Le gibier Ă  plumes vu par Alexandre Dumas

Dans son Grand Dictionnaire de cuisine, Alexandre Dumas louait les délices du gibier à plumes. Une belle galerie de plaisirs gustatifs qui fait rêver. Le célèbre écrivain aimait aligner les petits oiseaux pour les engloutir à l’aise. Il les bardait avant rôtissage de «lames de tétine» (voir dessin). Le plus souvent, il les utilisait comme garniture, les disposant «en ceinture autour d’un plat de gibier rôti. Et adorait les sauter dans de la moelle avec des fines herbes, du jus de bigarade et de la chapelure de pain bis». Une recette qui semble s’être perdue…
Alexandre ne dédaigne pas le pluvier, qu’il soit doré ou à collier. Il en prend trois ou quatre et les met dans une casserole avec une douzaine de belles truffes. Époque bénie… Il fait revenir le tout au beurre, mouille au champagne, ajoute quelques cuillères d’espagnole réduite (une affreuse sauce brune qui n’a plus court aujourd’hui). 
Le roi des oiseaux reste pourtant la bécasse à laquelle on «rend les mêmes honneurs qu’au grand lama», écrivait Alexandre Dumas. Qui poursuit en proférant une grosse bêtise: «On vénère tellement ce précieux oiseau (…) que ses déjections sont mangées avec respect par les fervents amateurs.»
C’est dire que l’écrivain ne savait pas que la bécasse, lorsqu’elle décolle, vide brutalement ses intestins. L’intérieur de l’oiseau, tartiné sur des rôties (tranches de pain grillées) ne contient donc pas de déjections.
Dumas ajoute enfin que la bécasse n’est pas «du goût de tout le monde, elle ne convient ni aux mauvais estomacs, ni aux bilieux, ni aux mélancoliques…» Et il ajoute: «l’odeur et la saveur de cet oiseau déplaisent aux chiens auxquels on a beaucoup de peine à la faire rapporter.»
À l’évidence, notre Alexandre n’aimait pas la bécasse! Il ne donne donc qu’une recette expliquant le rôtissage à la broche qui dure une demi-heure. Elle devait être archicuite après un tel traitement!
Et les perdreaux? Ils étaient vraiment sauvages à l’époque. Dumas les adore au chou, bien sûr. Une recette que nos chefs semblent avoir oubliée. Alors rappelons-leur que les volatiles sont placés dans un faitout avec lard, saucisson, chou haché, navets, carottes, bouquet garni. Ils braisent pendant une heure. Le fond de cuisson et les légumes sont alors garnis d’une douzaine de chipolatas.

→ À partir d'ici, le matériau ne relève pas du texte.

"""Pushing into a virtual wall: a seated wearer presses the hand toward a target behind a plane.

Our own clinic-like setting: a vertical virtual plane stands in front of the
wearer, a little closer than arm's length, as a boundary a therapist might set
so that a reach stops short of a table edge.  The wearer pushes the hand toward
a point behind it, holds, and releases, three times: slowly, fast and at a
medium pace.  Under the ``walls`` variant the robot renders the plane as a
spring-damper on the hand point; the other variants let the hand pass.

The plane scales with the wearer: for the median man (m50) it stands 0.52 m in
front of the shoulder centre; for another wearer at the same fraction of the
hand's forward reach at BEHIND_WALL (``for_subject``), so every wearer meets it.
"""

import dataclasses

from models.cuffs import CuffParams
from models.human import hand_position_m
from sim import JointIntent, Scenario, Via, deg

READY = deg(60, 0, 0, 80, 0, 0, 0)  # hand 5-6 cm in front of the wall
BEHIND_WALL = deg(80, 0, 0, 25, 0, 0, 0)  # hand target 7-9 cm behind it

WALL_X_M50_M = 0.52  # plane x in front of the m50 shoulder centre [m], normal pointing forward
WALL_STIFFNESS_N_PER_M = 600.0
WALL_DAMPING_N_S_PER_M = 5.0
# along-limb stiffness of the hand cuff: the wall is rendered at the wearer's hand, not the robot's
HAND_CUFF_STIFFNESS = CuffParams().stiffness_N_per_m


def wall_x_m(subject):
    """Plane position [m]: 0.52 m scaled by the wearer's forward reach at BEHIND_WALL (exactly 0.52 for m50)."""
    return float(WALL_X_M50_M * hand_position_m(subject, BEHIND_WALL)[0] / hand_position_m("m50", BEHIND_WALL)[0])


def for_subject(subject):
    """The scenario for another wearer: the same movement, the plane placed relative to their hand."""
    return dataclasses.replace(
        BASE, subject=subject,
        walls=(
            ("wall_plane", {
                "point_m": (wall_x_m(subject), 0.0, 0.0), "normal": (1.0, 0.0, 0.0),
                "law": (WALL_STIFFNESS_N_PER_M, WALL_DAMPING_N_S_PER_M),
                "cuff_stiffness_N_per_m": HAND_CUFF_STIFFNESS,
            }),
        ),
    )


BASE = Scenario(
    name="wall_push",
    description="push the hand into a virtual plane and release, slow, fast and medium",
    subject="m50",
    intent=JointIntent(
        start_rad=READY,
        start_hold_s=0.5,
        vias=(
            Via(BEHIND_WALL, move_s=1.2, hold_s=1.0),
            Via(READY, move_s=1.0, hold_s=0.5),
            Via(BEHIND_WALL, move_s=0.5, hold_s=1.0),
            Via(READY, move_s=0.5, hold_s=0.5),
            Via(BEHIND_WALL, move_s=0.8, hold_s=1.0),
            Via(READY, move_s=0.8, hold_s=0.3),
        ),
    ),
    duration_s=9.6,
    controllers=("walls", "transparent", "gravity", "zero"),
)
SCENARIO = for_subject("m50")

Tout cela est ensuite monté dans un moule à charlotte et mis au bain-marie. Au service, oiseaux, légumes, saucisses, lard sont nappés d’une demi-glace. On se demande si cette recette n’est pas un peu dépassée...
Les oies sauvages n’avaient pas intérêt, elles, à trop s’approcher d’Alexandre Dumas. Prêt à les transformer en boudin, en civet à l’ancienne ou en escalope au sang.
Ah! A l’époque d’Alexandre Dumas, on mangeait du vrai faisan sauvage! Pas élevé en captivité et abattu à la sortie des cages… Mais l’écrivain sombre dans la facilité en citant très longuement Brillat-Savarin qui nous offre un hymne à cet oiseau remarquable: «Pris à point, c’est une chair tendre, sublime et de haut goût. Car elle tient à la fois de la volaille et de la venaison.» Et dans la foulée, Brillat-Savarin farcissait son faisan de la chair de deux bécasses mélangée à de la moelle de bœuf cuite à la vapeur, du lard râpé, des fines herbes. Et autant de truffes nécessaires pour emplir «la capacité intérieure du faisan.» 
Et Dumas enchaînait avec les recettes. Petit florilège: aux pistaches, à l’espagnole, à la périgueux, à la braise, à la vopallière, à l’angoumoise, en escalope, aux laitances de carpes ou à la sauce brochet. Vous avez bien lu, nos anciens ne détestaient pas mélanger venaison et poissons.